Unsettling the familiar

‘Pieta’, the Kim Ki Duk film screened at the 17th IFFK, shakes the audience out of the familiar screen environs and mental frameworks
Unsettling the familiar

Kim Ki Duk cinema never fails to become a treat for the film lovers of IFFK. No wonder why Kim Ki Duk a South Korean film maker has so many admirers in Kerala. This time also it was evident from the crowd in front of the theatre where his film Pieta was screened for the 17th IFFK. Even with two or three characters and limited locations Kim can do wonders. From the 10th IFFK, Kim has been carried on shoulders by the film lovers of Kerala through his magical depiction of films  like ‘Spring, Summer, Fall, Winter…..and Spring,’ ‘The Bow’, ‘Samaritan Girl,’ ‘Coast Guard’ etc.

The film revolves round the life of Lee Kyan Do, a heartless man who threatens the debtors who do not repay their loans. The only way of  making the helpless people repay is to make them crippled so that they can claim their insurance which will be sufficient for them to repay their debt. The first half of the film makes the spectators travel through violent scenes which is the speciality of most Kim films.

The turning point of the film is the sudden arrival of a middle-aged lady who claims to be Kyan Do’s mother. She asks for his forgiveness as she abandoned him forty years back as a child. Gradually Kyan Do starts loving the lady as his mother after she goes through cruel experiments like eating a piece of flesh from Kyan’s thigh and also suffering molestation from him to prove that she is his mother.

Sudden twists and surprises later, as in all Kim Ki Duk films, the suspense falls when the spectators come to know that lady was taking revenge for the loss of her son Sang Du who committed suicide as he was not able to pay back his debt and was constantly threatened by Kyan Do. The woman is killed by the people who wanted to take revenge on Kyan. Kyan is totally shattered when he takes the woman’s body to be buried under the pine tree which both of them planted. When he digs the ground he sees the woman’s original son who met with his untimely death because of Kyan himself.

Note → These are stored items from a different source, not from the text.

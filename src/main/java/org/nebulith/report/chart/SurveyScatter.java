package org.nebulith.report.chart;

import java.awt.Color;
import java.util.ArrayList;
import java.util.List;
import java.util.Objects;

import org.knowm.xchart.XYChart;

/**
 * Survey: molar Mg/Si against Fe/Si for host stars and their predicted planets, with their ranges
 * (16th to 84th percentile) as thin crosses; host stars as open rings and planets as smaller dots
 * drawn over them, so that a planet at its star's position shows as a dot inside a ring; labelled
 * reference bodies (the Sun, bulk Earth) as large distinct markers; the legend outside the plot.
 * The errors of Mg/Si and Fe/Si are correlated (both divide by Si): a star whose covariance is
 * known is drawn with its 68 % ellipse instead of a cross.
 *
 * @param stars      the host stars
 * @param planets    the predicted planets
 * @param references reference bodies drawn as single markers (no ranges)
 */
public record SurveyScatter(List<Point> stars, List<Point> planets, List<Point> references, List<Ellipse> ellipses) {

    /**
     * The covariance of a star's molar Fe/Si and Mg/Si, drawn as its 68 % region (the ellipse of
     * Delta chi^2 = 2.30 for two parameters, common practice) in place of its range cross.
     *
     * @param label      the star (as its {@link Point})
     * @param varFeSi    variance of Fe/Si
     * @param varMgSi    variance of Mg/Si
     * @param covariance their covariance
     */
    public record Ellipse(String label, double varFeSi, double varMgSi, double covariance) {
        public Ellipse {
            Objects.requireNonNull(label);
            if (!(varFeSi >= 0 && varMgSi >= 0 && covariance * covariance <= varFeSi * varMgSi * (1 + 1e-9))) {
                throw new IllegalArgumentException(label + ": not a covariance matrix: " + varFeSi + ", " + varMgSi
                        + ", " + covariance);
            }
        }
    }

    /** Chi-square of two degrees of freedom enclosing 68.27 % (common practice). */
    private static final double CHI2_68 = 2.30;

    /**
     * @param stars      the host stars
     * @param planets    the predicted planets
     * @param references reference bodies drawn as single markers
     */
    public SurveyScatter(final List<Point> stars, final List<Point> planets, final List<Point> references) {
        this(stars, planets, references, List.of());
    }

    /**
     * One body with its ratios and their ranges.
     *
     * @param label    name (a star, a planet, a reference body)
     * @param feSi     molar Fe/Si (x)
     * @param feSiLow  lower end of the Fe/Si range (NaN = none)
     * @param feSiHigh upper end
     * @param mgSi     molar Mg/Si (y)
     * @param mgSiLow  lower end of the Mg/Si range (NaN = none)
     * @param mgSiHigh upper end
     */
    public record Point(String label, double feSi, double feSiLow, double feSiHigh, double mgSi, double mgSiLow,
                        double mgSiHigh) {
        public Point {
            Objects.requireNonNull(label);
            if (!(feSi > 0 && mgSi > 0 && Double.isFinite(feSi) && Double.isFinite(mgSi))) {
                throw new IllegalArgumentException(label + ": Fe/Si and Mg/Si must be finite and > 0, got "
                        + feSi + ", " + mgSi);
            }
        }

        /** @param label name @param feSi molar Fe/Si @param mgSi molar Mg/Si @return a point without ranges */
        public static Point of(final String label, final double feSi, final double mgSi) {
            return new Point(label, feSi, Double.NaN, Double.NaN, mgSi, Double.NaN, Double.NaN);
        }
    }

    private static final Marker[] REFERENCE_MARKERS = {Marker.STAR, Marker.DIAMOND, Marker.TRIANGLE_UP, Marker.SQUARE};

    public SurveyScatter {
        stars = List.copyOf(stars);
        planets = List.copyOf(planets);
        references = List.copyOf(references);
        ellipses = List.copyOf(ellipses);
        if (stars.isEmpty() && planets.isEmpty()) {
            throw new IllegalArgumentException("survey chart: no stars and no planets");
        }
    }

    /**
     * @param size figure size
     * @return the chart
     */
    public Figure chart(final ChartSize size) {
        Figure f = new Figure(size.widthPt(), size.heightPt());
        XYChart c = ChartStyle.chart(f, size.widthPt(), size.heightPt(), "Fe/Si [mol/mol]", "Mg/Si [mol/mol]");
        double[] xr = range(true);
        double[] yr = range(false);
        c.getStyler().setXAxisMin(xr[0]);
        c.getStyler().setXAxisMax(xr[1]);
        c.getStyler().setYAxisMin(yr[0]);
        c.getStyler().setYAxisMax(yr[1]);
        Color starColour = Palette.seriesColour(1);
        Color planetColour = Palette.seriesColour(0);
        java.util.Set<String> withEllipse = new java.util.HashSet<>();
        ellipses.forEach(e -> withEllipse.add(e.label()));
        ranges(c, "star ranges", stars.stream().filter(p -> !withEllipse.contains(p.label())).toList(),
                translucent(starColour, 110));
        ellipses(c, translucent(starColour, 140));
        ranges(c, "planet ranges", planets, translucent(planetColour, 80));
        if (!stars.isEmpty()) {
            ChartStyle.points(c, "stars", fe(stars), mg(stars), Marker.OPEN_CIRCLE, starColour, 1.4, true);
        }
        // planets over the star rings and smaller: a planet that sits on its star shows as a dot in a ring
        if (!planets.isEmpty()) {
            ChartStyle.points(c, "planets", fe(planets), mg(planets), Marker.CIRCLE,
                    translucent(planetColour, 150), 0.65, true);
        }
        for (int i = 0; i < references.size(); i++) {
            Point r = references.get(i);
            ChartStyle.points(c, r.label(), new double[] {r.feSi()}, new double[] {r.mgSi()},
                    REFERENCE_MARKERS[i % REFERENCE_MARKERS.length], Palette.AXIS, 1.6, true);
        }
        f.fill(c);
        DirectLabels labels = new DirectLabels(f, c);
        for (Point r : references) {
            labels.beside(r.label(), labels.x(r.feSi()), labels.y(r.mgSi()));
        }
        return f;
    }

    /** The stars' 68 % regions as closed curves, one series (one path). */
    private void ellipses(final XYChart c, final Color colour) {
        java.util.Map<String, Point> byLabel = new java.util.HashMap<>();
        stars.forEach(p -> byLabel.putIfAbsent(p.label(), p));
        int steps = 40;
        double[] x = new double[ellipses.size() * (steps + 2)];
        double[] y = new double[x.length];
        int k = 0;
        for (Ellipse e : ellipses) {
            Point p = byLabel.get(e.label());
            if (p == null) {
                continue;
            }
            // Cholesky factor of the covariance: (a 0; b d)
            double a = Math.sqrt(e.varFeSi());
            double b = a > 0 ? e.covariance() / a : 0;
            double d = Math.sqrt(Math.max(0, e.varMgSi() - b * b));
            double r = Math.sqrt(CHI2_68);
            for (int i = 0; i <= steps; i++) {
                double t = 2 * Math.PI * i / steps;
                x[k] = p.feSi() + r * a * Math.cos(t);
                y[k++] = p.mgSi() + r * (b * Math.cos(t) + d * Math.sin(t));
            }
            x[k] = p.feSi();
            y[k++] = Double.NaN;
        }
        if (k > 0) {
            ChartStyle.line(c, "star ellipses", java.util.Arrays.copyOf(x, k), java.util.Arrays.copyOf(y, k),
                    LineStyle.solid(colour, 0.5), false);
        }
    }

    private static Color translucent(final Color c, final int alpha) {
        return new Color(c.getRed(), c.getGreen(), c.getBlue(), alpha);
    }

    private static double[] fe(final List<Point> points) {
        return points.stream().mapToDouble(Point::feSi).toArray();
    }

    private static double[] mg(final List<Point> points) {
        return points.stream().mapToDouble(Point::mgSi).toArray();
    }

    /** The 16th-84th percentile ranges of a group as thin crosses, one series (one path). */
    private static void ranges(final XYChart c, final String name, final List<Point> points, final Color colour) {
        List<double[]> segments = new ArrayList<>();
        for (Point pt : points) {
            if (Double.isFinite(pt.feSiLow()) && Double.isFinite(pt.feSiHigh())) {
                segments.add(new double[] {pt.feSiLow(), pt.mgSi(), pt.feSiHigh(), pt.mgSi()});
            }
            if (Double.isFinite(pt.mgSiLow()) && Double.isFinite(pt.mgSiHigh())) {
                segments.add(new double[] {pt.feSi(), pt.mgSiLow(), pt.feSi(), pt.mgSiHigh()});
            }
        }
        if (segments.isEmpty()) {
            return;
        }
        double[] x = new double[3 * segments.size()];
        double[] y = new double[3 * segments.size()];
        for (int k = 0; k < segments.size(); k++) {
            double[] sg = segments.get(k);
            x[3 * k] = sg[0];
            y[3 * k] = sg[1];
            x[3 * k + 1] = sg[2];
            y[3 * k + 1] = sg[3];
            x[3 * k + 2] = sg[2];
            y[3 * k + 2] = Double.NaN;
        }
        ChartStyle.line(c, name, x, y, LineStyle.solid(colour, 0.5), false);
    }

    private double[] range(final boolean fe) {
        double lo = Double.POSITIVE_INFINITY;
        double hi = Double.NEGATIVE_INFINITY;
        for (List<Point> group : List.of(stars, planets, references)) {
            for (Point pt : group) {
                for (double v : fe ? new double[] {pt.feSi(), pt.feSiLow(), pt.feSiHigh()}
                        : new double[] {pt.mgSi(), pt.mgSiLow(), pt.mgSiHigh()}) {
                    if (Double.isFinite(v)) {
                        lo = Math.min(lo, v);
                        hi = Math.max(hi, v);
                    }
                }
            }
        }
        for (Ellipse e : ellipses) {
            for (Point pt : stars) {
                if (pt.label().equals(e.label())) {
                    double centre = fe ? pt.feSi() : pt.mgSi();
                    double half = Math.sqrt(CHI2_68 * (fe ? e.varFeSi() : e.varMgSi()));
                    lo = Math.min(lo, centre - half);
                    hi = Math.max(hi, centre + half);
                    break;
                }
            }
        }
        double span = Math.max(hi - lo, 0.05);
        return new double[] {Math.max(0, lo - 0.08 * span), hi + 0.08 * span};
    }
}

The film is itself a psycho analysis of Lee Kyan Do who realises the mental agony at the loss of dear ones and ends his life tying him under a truck run by a lady whose husband was crippled by him. Like most of the other films of Kim Ki Duk this film too has a message hidden in it. Nothing in this world is more precious than peace of mind. At one point, when the protagonist is asking the question, ‘what is the reason of love, despair, weakness, revenge etc’, the woman answers that  the beginning and end of everything is money. But the real message hits the spectator’s minds when the film ends, which is that, love itself is the beginning and end of everything in life.